Power, unfortunately, is unable to hear truth very well. So only an idiot would spend his life trying to speak truth to power. That’s like debating Donald Trump. A yuge waste of time. Sometimes the glass is half-empty, and sometimes the glass is half-empty. Satire depends upon viewing the world from a skewed perspective. It tries to show truth by glancing at hypocrisy and hubris and evil out of the corner of the eye, or by exaggerating its victim’s weaknesses and/or foibles to make them laughable. The aim isn’t to change a reader’s mind, but to make him laugh at the absurdity of the human condition. There’s no paradox in that.
This is not to say that satire isn’t a powerful weapon. It can be. Except that it’s a weapon rendered harmless when the object of the attack plays along. Smart and powerful people play along. It’s safe to say I’ve insulted just about everyone in reach in the wine business, lampooned them mercilessly, but, while fun, it doesn’t succeed unless the “victim,” reacts in a negative way. Ladies and gentlemen, I give you Georg Riedel. Smart people understand satire’s ultimate impotence. Others do not, and feel the need to respond. Which, of course, plays into the satirist’s very weak hand. If Riedel doesn’t threaten to sue me (and Tim Atkin MW), I have far fewer readers, far less influence (which ain’t much anyway), and I probably never get invited to speak at the Napa Valley Professional Wine Writers Symposium, never meet Lisa Perrotti-Brown MW, never get asked to write for the Wine Advocate’s new website, and more than likely never win a Roederer Wine Writing Award. So maybe it was Riedel’s reaction to the HoseMaster of Wine™ that changed minds and influenced people, in a way satire cannot. And doesn’t intend to.
Gladwell’s podcast is harmless. But it’s certainly not insightful (which, I hear, is how people think of Gladwell, that he’s a perceptive thinker). The premise is false, and so the conclusions become rather useless. Satire is written not to influence people or create change, but to make people laugh, occasionally make them think, and often make them uncomfortable. It may speak truth to power, but that’s simply a starting point, a way in to a place where it can make people laugh at the world, at the constant foolishness of men, at the hypocrisy and lies that take up too much of our time and consciousness. As a weapon of mass destruction, it’s as toothless as a guppy. Satirists don’t want power, Malcolm, satirists despise power. We reap the benefits of powerlessness. Laughter and courage.

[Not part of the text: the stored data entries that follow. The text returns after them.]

from reportgen.calc.plugin_set import load_plugins
from reportgen.cli import main
from reportgen.package import seal
from reportgen.package.archive import embedded_of
from reportgen.package.shown import compare_pages, printed_numbers

REPO = Path(__file__).resolve().parent.parent
FINAL = REPO / "sample_jobs" / "qep-104-chiller-ch1.toml"
STEM = "QEP-2417-V-104-B"
PASS = "quillmoor test seal"  # the invented firm's test passphrase
EMBEDDED = ["environment.lock", "job.toml", "manifest.json", "results.json"]


@pytest.fixture(scope="module")
def built(tmp_path_factory) -> dict[str, Path]:
    from reportgen.pipeline.plan import BuildOptions, build_job

    root = tmp_path_factory.mktemp("seal")
    result = build_job(FINAL, load_plugins(), BuildOptions(out_dir=root / "out", workers=1))
    # one failing check (rocking not modelled) carries an accepted deviation: it still exits
    # 1, and --final and the seal accept it
    assert result.exit_code == 1 and result.review_state == "approved"
    key = root / "seal.p12"
    key.write_bytes(seal.make_test_key("S. Brannock", "Quillmoor Engineering Partners",
                                       PASS.encode()))
    return {"root": root, "pdf": result.pdf, "key": key}


@pytest.fixture(scope="module")
def sealed(built) -> Path:
    out = built["root"] / "sealed" / f"{STEM}.pdf"
    out.parent.mkdir()
    mp = pytest.MonkeyPatch()
    mp.setenv(seal.PASSPHRASE_ENV, PASS)
    try:
        assert main(["seal", str(built["pdf"]), "--key", str(built["key"]),
                     "--out", str(out)]) == 0
    finally:
        mp.undo()
    return out


@pytest.fixture(scope="module")
def rebuilt(built) -> bytes:
    from reportgen.package.archive import open_package
    from reportgen.pipeline.seal import rebuild_pdf

    folder = built["root"] / "rebuild"
    folder.mkdir()
    return rebuild_pdf(open_package(built["pdf"]), load_plugins(), folder)
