@pytest.mark.parametrize("n", [3, 4, 5])
def test_layers_of_one_qubit_gates_on_distinct_qubits(calls, n):
    """Layers of RY on every qubit (whole-register blocks of the small-state loop) with CZ
    chains between: the carried path takes the blocks apart into their gates."""
    c = qg.Circuit(n)
    for _ in range(3):
        for q in range(n):
            c.ry(q)
        for q in range(n - 1):
            c.cz(q, q + 1)
    H = qg.Observable({"ZZ" + "I" * (n - 2): 1.0, "X" + "I" * (n - 1): 0.5})
    theta = np.random.default_rng(n).uniform(-3, 3, size=c.n_params)
    g = grad(lambda t: qg.expect(c, H, t))(theta)
    assert calls
    # reference: exact derivatives of the dense simulator (scipy.linalg.expm_frechet)
    want = theta_gradient(c, theta, observable_dense(H.terms, n))
    assert np.max(np.abs(g - want)) <= 1e-10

There’s great joy in writing satire and making people laugh, making them squirm. Satire intends to be raucous, often tasteless, it intends to be outrageous and fearless. You cannot pull punches and be good at it. It requires a mean-spiritedness that is tempered with truth and laughter. It’s an outlet for the outlier, a way of trying to make sense of a world gone irredeemably mad. That’s enough of a burden to hang on satire. To see its goal as changing the world, influencing people, is simply, well, laughable.